New York’s Hasted Kraeutler Gallery Closes Amid Accusations of Financial Misdeeds
Hasted denies rumors that she had "disappeared."
Additional reporting by Brian Boucher.
The doors are shut for good at New York’s Hasted Kraeutler gallery.
News first broke about the “unexpected closing” of the gallery, which was located at 537 W. 24th Street, in the July 24 edition of the industry newsletter the Baer Faxt. Josh Baer noted that things at the gallery had “turned very very ugly with accusations of financial improprieties against one of the partners by the other partner.”
“Basically there was some friction between myself and Sarah,” gallery co-owner Joseph Kraeutler told artnet News over the phone about his former partner Sarah Hasted. “And I brought up some concerns regarding finances and what gallery money was being used for.”
He said he had raised the issue with Hasted numerous times over the years. “There was always a very strong emotional reaction [from her] each time.”
Kraeutler claims that about a year ago he hired a forensic accountant to “investigate the books.” While he claimed it “eliminated the possibility” of their continuing to work together, he didn’t give any further detail. “There’s some serious matters for Sarah and I to handle,” he said.
One dealer, who spoke to artnet News on condition of anonymity, told us Hasted was rumored to have “disappeared.” Kraeutler further alluded to this alleged disappearance.
“She’s been hard to track down,” he said. “I’ve been trying to get the art back to the artists. But she apparently can’t be found.”
Hasted, however, told a different story.
“Clearly I haven’t gone missing, I’m talking to you,” Hasted told artnet News over the phone. In response to Kraeutler’s statements and the rumors about financial impropriety, and specifically about the forensic accountant, Hasted said, “Everything he said is awfully inaccurate.”
According to Hasted, her brother died on Christmas Eve this past year and she decided to spend more time with her family in New Mexico and to “semi-retire” from the gallery business. “It was a huge loss…. A loss like that makes you reevaluate your priorities.”
She sent a formal note to gallery artists telling them about her plans to partially retire and claims she had many conversations with Kraeutler about it and was very clear about leaving the gallery. “Everyone was aware, it was no secret. I was communicating with everybody on a regular basis.”
Hasted said it was Kraeutler who had closed the gallery without telling her and that she was in New Mexico at the time she found out. “Joe was taking over the gallery. That was his plan. I think when he realized he couldn’t take over financially, he closed it. He made a unilateral decision to close it.”
According to Hasted, the lease was up in April. Weinberg Properties, which lists the building on its site as one of its properties, did not return a call for comment.

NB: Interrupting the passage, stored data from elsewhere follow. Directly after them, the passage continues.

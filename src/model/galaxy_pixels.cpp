// SPDX-License-Identifier: GPL-2.0-or-later
#include "model/galaxy_pixels.h"

#include <algorithm>
#include <cmath>

#include "base/constants.h"

namespace foreglow {
namespace {

constexpr double degree = constants::pi / 180;
constexpr double near_plane = 5 * degree;
constexpr double thin_plane = 2 * degree;  // where the young disc is
constexpr int fine_nside = 128;
constexpr int most_parts = 8;  // along a pixel's side
constexpr double reference_hz = 408e6;

double latitude_of(const Vector3& n) {
    return std::asin(std::clamp(n[2], -1.0, 1.0));
}

void add(GalaxySightline& sum, const GalaxySightline& line, double weight) {
    for (std::size_t k = 0; k < sum.i.size(); ++k)
        sum.i[k] += weight * line.i[k];
    for (std::size_t k = 0; k < sum.q.size(); ++k) {
        sum.q[k] += weight * line.q[k];
        sum.u[k] += weight * line.u[k];
    }
    sum.depth += weight * line.depth;
    sum.dispersion += weight * line.dispersion;
    sum.emitting_length += weight * line.emitting_length;
    sum.random_share += weight * line.random_share;
    sum.largest_depth = std::max(sum.largest_depth, line.largest_depth);
}

}  // namespace

GalaxyPixels::GalaxyPixels(const GalaxySpec& galaxy, const GalaxyTable& table, const TurbulenceFields& fields,
                           const HealpixGrid& grid, bool polarized, std::span<const Frequency> frequencies)
    : galaxy_(galaxy),
      frequencies_(frequencies.begin(), frequencies.end()),
      integral_(galaxy, table, frequencies),
      spectra_(galaxy, table, frequencies),
      fields_(fields),
      grid_(grid),
      polarized_(polarized) {}

GalaxySightline GalaxyPixels::pixel(std::int64_t number, std::size_t place,
                                    const GalaxySampling& sampling) const {
    const Vector3 direction = grid_.direction(number);
    GalaxySightline line;
    if (galaxy_.disc) {
        line = mean_line(number, direction, sampling);
        add_turbulence(line, place);
    } else {
        line.i.assign(frequencies_.size(), 0.0);
        if (polarized_) line.q = line.u = line.i;
    }
    if (galaxy_.loops) add_loops(line, direction);
    tilt(line, place);
    return line;
}

GalaxySightline GalaxyPixels::line_of(const Vector3& direction, const GalaxySampling& sampling) const {
    const bool is_near = std::abs(latitude_of(direction)) < near_plane;
    return integral_.sightline(direction, is_near ? sampling.steps_near_plane : sampling.steps_elsewhere,
                               polarized_);
}

GalaxySightline GalaxyPixels::mean_line(std::int64_t number, const Vector3& direction,
                                        const GalaxySampling& sampling) const {
    const double reach = thin_plane + 0.5 * std::sqrt(grid_.pixel_area());
    if (grid_.nside() >= fine_nside || std::abs(latitude_of(direction)) > reach)
        return line_of(direction, sampling);
    const std::int64_t ratio = std::min(fine_nside / grid_.nside(), most_parts);
    const HealpixGrid fine(static_cast<int>(ratio) * grid_.nside());
    const std::int64_t children = ratio * ratio;
    const std::int64_t first = grid_.ring_to_nested(number) * children;
    GalaxySightline mean;
    mean.i.assign(frequencies_.size(), 0.0);
    if (polarized_) mean.q = mean.u = mean.i;
    for (std::int64_t c = 0; c < children; ++c)
        add(mean, line_of(fine.direction(fine.nested_to_ring(first + c)), sampling),
            1 / static_cast<double>(children));
    return mean;
}

void GalaxyPixels::add_turbulence(GalaxySightline& line, std::size_t p) const {
    if (fields_.brightness.empty()) return;
    const TurbulencePixel turbulence =
        turbulence_of(galaxy_, line, fields_.brightness[p], polarized_ ? fields_.q[p] : 0.0,
                      polarized_ ? fields_.u[p] : 0.0);
    for (std::size_t k = 0; k < line.i.size(); ++k) {
        line.i[k] *= turbulence.factor;
        if (!polarized_) continue;
        const double lambda = constants::speed_of_light / frequencies_[k].hz();
        const double left = std::exp(-0.5 * line.dispersion * lambda * lambda * lambda * lambda);
        line.q[k] = line.q[k] * turbulence.factor + line.i[k] * left * turbulence.q;
        line.u[k] = line.u[k] * turbulence.factor + line.i[k] * left * turbulence.u;
    }
}

void GalaxyPixels::add_loops(GalaxySightline& line, const Vector3& direction) const {
    const GalaxyRay ray(galaxy_, direction);
    for (std::size_t l = 0; l < galaxy_.shells.size(); ++l) {
        const LoopLight light = loop_light(galaxy_.shells[l], ray);
        if (light.brightness == 0) continue;
        for (std::size_t k = 0; k < line.i.size(); ++k) {
            const double brightness = light.brightness * spectra_.ratio[l][k];
            line.i[k] += brightness;
            if (!polarized_) continue;
            line.q[k] += brightness * spectra_.fraction[l][k] * light.q_share;
            line.u[k] += brightness * spectra_.fraction[l][k] * light.u_share;
        }
    }
}

void GalaxyPixels::tilt(GalaxySightline& line, std::size_t p) const {
    if (fields_.index.empty()) return;
    for (std::size_t k = 0; k < line.i.size(); ++k) {
        const double factor = std::exp(galaxy_.index_scatter * fields_.index[p] *
                                       std::log(frequencies_[k].hz() / reference_hz));
        line.i[k] *= factor;
        if (!polarized_) continue;
        line.q[k] *= factor;
        line.u[k] *= factor;
    }
}

}  // namespace foreglow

The last opening Hasted attended was in March for the Kim Dong Yoo show, “Living Together.” “It took me three years to put that show together,” said Hasted. “I installed that show and opened it.”
From 2005–09, Kraeutler was head of photographs with auction house Phillips (then Phillips de Pury & Company), at which time he joined forces with Hasted.
Hasted had worked for a decade as co-director of photography at Chelsea’s Ricco/Maresca Gallery before partnering with fellow photo dealer William Hunt, also a former Ricco/Maresca director. Their gallery, Hasted Hunt, sublet space in Ricco/Maresca’s 20th Street gallery.
“All I can say is we and several of our friends in the field have had very unfortunate experiences with [Hasted],” Roger Ricco wrote in an email to artnet News without elaborating further.
Hasted maintains that around the time of the AIPAD show in April, after her decision to partly retire, Kraeutler had told people “it was going to be the Kraeutler Gallery.”
“Joe moved all the artwork to a storage facility,” Hasted said with respect to the location of artwork by gallery artists. “I do not know where it is.”
The gallery, which focused on photography, represented artists including Edward Burtynsky, Andreas Gefeller, Jean-Paul Goude, Erwin Olaf, Paolo Ventura, and Albert Watson. The gallery also took on Awol Erizku in 2012, when the artist was just 24 years old.
“They were kind enough to take me in when I was really young,” Erizku told artnet News in a phone interview. The artist, who is now mainly based in Los Angeles, told artnet News that he parted on good terms with the gallery after a showing at Pulse in 2014, and that he was “shocked” by Hasted’s and Kraeutler’s split.